Exercise directions:
Exactly reproduce the data from its first line through the line with "and surface heat", leaving out every line after it.

Supplied records:
────────────────────
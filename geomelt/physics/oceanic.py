"""Oceanic lithosphere: half-space cooling and the GDH1 plate model.

Oceanic lithosphere cools from above as it moves away from the ridge. The
half-space model (Turcotte & Schubert 2002, section 4-16) gives temperature
and surface heat flow as functions of plate age; the GDH1 plate model (Stein &
Stein 1992) gives the empirical heat flow and seafloor depth used worldwide.
Here GDH1 turns observed heat flow into a plate age, and the half-space model
with an adiabatic interior turns age into temperature at depth.

Conventions: depth in km (positive down) except seafloor depth in m; plate age
in Ma; temperature in degC; heat flow in mW m^-2; diffusivity in m^2 s^-1.
Inputs broadcast; NaN in gives NaN out; negative ages give NaN.

References
----------
Stein, C. A. & Stein, S. (1992). A model for the global variation in oceanic
depth and heat flow with lithospheric age. Nature 359, 123-129.

Turcotte, D. L. & Schubert, G. (2002). Geodynamics, 2nd ed. Cambridge
University Press, section 4-16 (section number from memory).
"""

from __future__ import annotations

import functools

import numpy as np
from numpy.polynomial import chebyshev
from scipy import special

from geomelt import constants as C
from geomelt import units
from geomelt.parameters import ThermalParameters
from geomelt.physics.geotherm import DEFAULT_THERMAL_PARAMETERS

__all__ = [
    "GDH1_DECAY_RATE_PER_MA",
    "OceanicGeotherm",
    "GDH1_DEPTH_AMPLITUDE_M",
    "GDH1_DEPTH_ASYMPTOTE_M",
    "GDH1_DEPTH_SWITCH_AGE_MA",
    "GDH1_HEAT_FLOW_AMPLITUDE_MW_M2",
    "GDH1_HEAT_FLOW_ASYMPTOTE_MW_M2",
    "GDH1_HEAT_FLOW_COEFFICIENT_MW_M2_MA05",
    "GDH1_HEAT_FLOW_SWITCH_AGE_MA",
    "GDH1_RIDGE_DEPTH_M",
    "GDH1_SUBSIDENCE_COEFFICIENT_M_MA05",
    "boundary_layer_thickness_km",
    "gdh1_age_from_heat_flow_ma",
    "gdh1_depth_m",
    "gdh1_heat_flow_mw_m2",
    "half_space_heat_flow_mw_m2",
    "half_space_temperature_c",
    "oceanic_geotherm_temperature_c",
    "oceanic_heat_flow_mw_m2",
    "oceanic_isotherm_depth_km",
    "oceanic_lab_depth_km",
]

# --------------------------------------------------------------------------------------
# GDH1 coefficients (Stein & Stein 1992, Nature 359:123). Published fits of the model,
# not user parameters: heat flow q = 510 t^-1/2 (t <= 55 Ma), 48 + 96 exp(-0.0278 t)
# (t > 55 Ma); seafloor depth d = 2600 + 365 t^1/2 (t < 20 Ma), 5651 - 2473 exp(-0.0278 t).
# --------------------------------------------------------------------------------------
GDH1_HEAT_FLOW_COEFFICIENT_MW_M2_MA05 = 510.0
GDH1_HEAT_FLOW_SWITCH_AGE_MA = 55.0
GDH1_HEAT_FLOW_ASYMPTOTE_MW_M2 = 48.0
GDH1_HEAT_FLOW_AMPLITUDE_MW_M2 = 96.0
GDH1_DECAY_RATE_PER_MA = 0.0278
GDH1_RIDGE_DEPTH_M = 2600.0
GDH1_SUBSIDENCE_COEFFICIENT_M_MA05 = 365.0
GDH1_DEPTH_SWITCH_AGE_MA = 20.0
GDH1_DEPTH_ASYMPTOTE_M = 5651.0
GDH1_DEPTH_AMPLITUDE_M = 2473.0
────────────────────
Reply:
filename geomelt/physics/oceanic.py
"""Oceanic lithosphere: half-space cooling and the GDH1 plate model.

Oceanic lithosphere cools from above as it moves away from the ridge. The
half-space model (Turcotte & Schubert 2002, section 4-16) gives temperature
and surface heat flow as functions of plate age; the GDH1 plate model (Stein &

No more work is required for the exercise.